The epiphany set Ross on a path far different from the avant-garde jazz for which he’d come to New York in the first place, leaving behind the comfortable music scene of Charleston, S.C., for something edgy and abstract.
Instead, Ross formed Matuto, a band that mingles sounds of Brazil’s northeast – baiao, forro, coco, frevo, and more – with American roots music like bluegrass, country, and the blues. Now a force in New York’s busy Brazilian scene, with an album on the Ropeadope label and many festival and workshop gigs in Recife, Brazil, under its belt, Matuto comes to Johnny D’s on Tuesday for a Brazil Independence Day celebration.

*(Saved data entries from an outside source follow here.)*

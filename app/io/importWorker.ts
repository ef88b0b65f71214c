// Entry of the import worker: reads picked or dropped trajectory files off the page's thread.
import {
  answerImport,
  type ImportReply,
  type TrajectoryImportRequest,
} from '../../src/io/importProtocol';

interface WorkerScope {
  postMessage(message: ImportReply, transfer: Transferable[]): void;
  addEventListener(
    type: 'message',
    listener: (event: MessageEvent<TrajectoryImportRequest>) => void,
  ): void;
}

const scope = self as unknown as WorkerScope;
scope.addEventListener('message', (event) => {
  void answerImport(event.data).then(({ reply, transfer }) => scope.postMessage(reply, transfer));
});
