import type { AppState } from '../store/appState';
import type { AppStore } from '../store/appStore';
import { scenarioDocument } from './scenarioDocument';
import type { WorkStore } from './workStore';

/** Quiet time after the last change before the work is saved, ms: a drag saves once. */
export const AUTOSAVE_DELAY_MS = 800;

/** The parts of the state a saved document is made of, compared by reference. */
function partsOf(state: AppState): readonly unknown[] {
  return [
    state.scenario,
    state.probes,
    state.display,
    state.arrows,
    state.shells,
    state.plane,
    state.center,
    state.size,
    state.resolution,
    state.time,
  ];
}

function sameParts(a: readonly unknown[], b: readonly unknown[]): boolean {
  return a.every((part, k) => part === b[k]);
}

/** What the rest of the app may ask of the autosave. */
export interface AutosaveControl {
  /** Forgets a change waiting to be saved (its work is being discarded). */
  dropWaiting(): void;
  /** Resolves once every save begun so far has landed or failed. */
  settled(): Promise<void>;
  /** Saves what is waiting and stops. */
  stop(): Promise<void>;
}

/**
 * Keeps the open work in the browser: once the user changes anything after opening a
 * document, it is saved (after a quiet moment, never during playback) under a record of its
 * own, and saved again after every later change. Opening other work first saves any change
 * still waiting.
 */
export function startAutosave(store: AppStore, workStore: WorkStore): AutosaveControl {
  let opened = store.getState().openedScenario;
  /** What was last opened or saved; null until the opening has settled. */
  let saved: readonly unknown[] | null = null;
  let timer: ReturnType<typeof setTimeout> | null = null;
  /** The state to save when the timer fires (or at once, if other work is opened first). */
  let waiting: AppState | null = null;
  let writing: Promise<void> = Promise.resolve();

  const settle = () => {
    saved = partsOf(store.getState());
  };

  const save = (state: AppState): Promise<void> => {
    const document = scenarioDocument(state);
    if (document === null) return writing;
    const stillOpen = () => store.getState().openedScenario === state.openedScenario;
    const id = state.workId ?? newWorkId();
    if (stillOpen()) {
      // Counted as saved from now on, so the bookkeeping below does not look like a change.
      saved = partsOf(state);
      store.getState().setWorkState({ workId: id });
    }
    // Saves run one after another, so an older one never lands after a newer.
    writing = writing.then(async () => {
      const savedAt = Date.now();
      try {
        await workStore.save({ id, savedAt, title: document.title }, document);
      } catch (error) {
        const reason = error instanceof Error ? error.message : String(error);
        store.getState().setWorkState({
          autosaveProblem: `could not keep the work in this browser (${reason}); save the scenario to a file to keep it`,
        });
        return;
      }
      if (stillOpen()) {
        store.getState().setWorkState({ autosavedAt: savedAt, autosaveProblem: null });
      }
    });
    return writing;
  };

  const flush = (): Promise<void> => {
    if (timer !== null) clearTimeout(timer);
    timer = null;
    const state = waiting;
    waiting = null;
    return state === null ? writing : save(state);
  };

  const unsubscribe = store.subscribe((state, previous) => {
    if (state.openedScenario !== opened) {
      opened = state.openedScenario;
      if (waiting !== null) {
        // The work that was open has unsaved changes: keep them before they are gone.
        waiting = previous;
        void flush();
      }
      saved = null;
      // Opening sets scenario, probes, view and time in several steps; settle after them.
      queueMicrotask(settle);
      return;
    }
    if (saved === null || state.scenario === null || sameParts(partsOf(state), saved)) return;
    waiting = state;
    if (timer !== null) clearTimeout(timer);
    if (!state.playing) timer = setTimeout(() => void flush(), AUTOSAVE_DELAY_MS);
  });

  const onHide = () => {
    if (document.visibilityState === 'hidden') void flush();
  };
  if (typeof document !== 'undefined') document.addEventListener('visibilitychange', onHide);
  if (store.getState().openedScenario !== null) settle();

  return {
    dropWaiting: () => {
      if (timer !== null) clearTimeout(timer);
      timer = null;
      waiting = null;
    },
    settled: () => writing,
    stop: async () => {
      unsubscribe();
      if (typeof document !== 'undefined') document.removeEventListener('visibilitychange', onHide);
      await flush();
    },
  };
}

function newWorkId(): string {
  return `work-${Date.now().toString(36)}-${Math.floor(Math.random() * 2 ** 32).toString(36)}`;
}
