// Listen binds the RTP/RTCP socket (and the telemetry socket if
// cfg.TelemetryAddr is set) and starts the session's readers. The session
// ends when ctx ends, on Close, on an RTCP BYE, or after cfg.IdleTimeout
// without traffic once traffic started. Close it to release the sockets.
func Listen(ctx context.Context, cfg Config) (*Session, error) {
	s, err := newSession(cfg)
	if err != nil {
		return nil, err
	}
	haveAllow := len(s.allow) > 0
	ua, err := resolveListen(ctx, "RTP address", s.cfg.RTPAddr, haveAllow)
	if err != nil {
		return nil, err
	}
	var ta *net.UDPAddr
	if s.cfg.TelemetryAddr != "" {
		if ta, err = resolveListen(ctx, "telemetry address", s.cfg.TelemetryAddr, haveAllow); err != nil {
			return nil, err
		}
	}
	if s.rtpConn, err = net.ListenUDP("udp", ua); err != nil {
		return nil, fmt.Errorf("rtpudp: listen for RTP on %s: %w", s.cfg.RTPAddr, err)
	}
	if ta != nil {
		if s.telConn, err = net.ListenUDP("udp", ta); err != nil {
			s.rtpConn.Close()
			return nil, fmt.Errorf("rtpudp: listen for telemetry on %s: %w", s.cfg.TelemetryAddr, err)
		}
	}
	s.log = s.cfg.Logger.With("session", s.id[:8])
	s.log.Info("rtp/udp ingest listening", "rtp", s.rtpConn.LocalAddr().String(),
		"telemetry", addrString(s.telConn), "allowed_sources", len(s.allow))
	s.wg.Add(2)
	go s.readRTPLoop()
	go s.housekeeping(ctx)
	if s.telConn != nil {
		s.wg.Add(1)
		go s.readTelemetryLoop()
	}
	return s, nil
}

// newSession builds a session without sockets (Listen adds them; the fuzz
// target uses it bare).
func newSession(cfg Config) (*Session, error) {
	cfg, srcs, err := cfg.withDefaults()
	if err != nil {
		return nil, err
	}
	var rb [12]byte
	if _, err := rand.Read(rb[:]); err != nil {
		return nil, fmt.Errorf("rtpudp: session id: %w", err)
	}
	s := &Session{
		cfg: cfg, allow: srcs, log: cfg.Logger,
		id:      hex.EncodeToString(rb[:8]),
		ownSSRC: binary.BigEndian.Uint32(rb[8:]),
		rtpq:    make(chan ingest.Arrival, cfg.RTPQueue),
		telq:    make(chan ingest.TelemetryBytes, cfg.TelemetryQueue),
		done:    make(chan struct{}),
		started: make(chan struct{}),
	}
	return s, nil
}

The shifting membership of Brazilian and American players has been known to reach nine musicians on stage, but on the road, Matuto works as a power trio, with Ross joined by Rob Curto on accordion and Ze Mauricio on percussion and electronics.
About half the songs have lyrics – originals and classics from both sets of traditions that Ross delivers mostly in English, and Curto in Portuguese. The layerings that ensue – for instance, Brazilian harmonies with English words against what feels like country music, but with subtle rhythmic cross-currents – feel like notes from an investigation in progress.
That’s because Ross’s epiphany didn’t come out of nowhere. It followed several years learning Latin styles from Cuban to tango for restaurant and other gigs, and a stint with Brazilian percussionist Cyro Baptista’s New York group Beat the Donkey.
Most of all, it tapped into the sounds and feelings of Ross’s own childhood in the upcountry town of Anderson, S.C., and forced him to think again about his roots.
“I never liked country music,” he says. “I was the guy, growing up in the South, if you asked me what kind of music I liked, I would say `Everything but country!’ And it was true. So it had to be that I would make a record with country influences. That was like the final frontier for me. It just had to be like that.”
Like many Southerners, Ross says he had to leave his region in order to better appreciate it later. Unlike most, he found his way home by way of Brazil. In the northeast metropolis of Recife, he felt the echoes of Charleston everywhere. The two cities were the major New World ports of the 18th century, and hubs of the slave trade. Even the colonial architecture was similar.
“These are the entry points,” Ross says. “The influence boils down to that, to the melting pot of European, indigenous, and African influences swirling up to create something new. I feel that what we’re doing is nothing more than an extension of that.”
Matuto is a Brazilian term for a country person, though Ross explains that it’s not pejorative like “hillbilly.” It captures the sound’s roots in fields and plantations, with instruments and material from European farmers and migrants and African laborers. And it conveys the curiosity of a country kid – like Ross – negotiating the big city.
For accordionist Curto, Matuto is a space to reveal submerged historical connections, but most of all to enjoy producing something new.
“There are rhythmic elements in common, and a type of expressiveness,” he says by e-mail from Uruguay, while on tour with Lila Downs. “But I don’t think of combining the two things as an intellectual project, but instead a playful exploration of all the music we like.”
Nor does the band mistake itself for Brazilian or see its mission as didactic.
“Rob and I are Americans who found this music and fell in love with it,” says Ross. “It’s inspired us so much that we’ve incorporated it deeply. We can tell people about the influences, but hopefully we can create good music that people will want to dance to and enjoy. And then they’ll want to know.”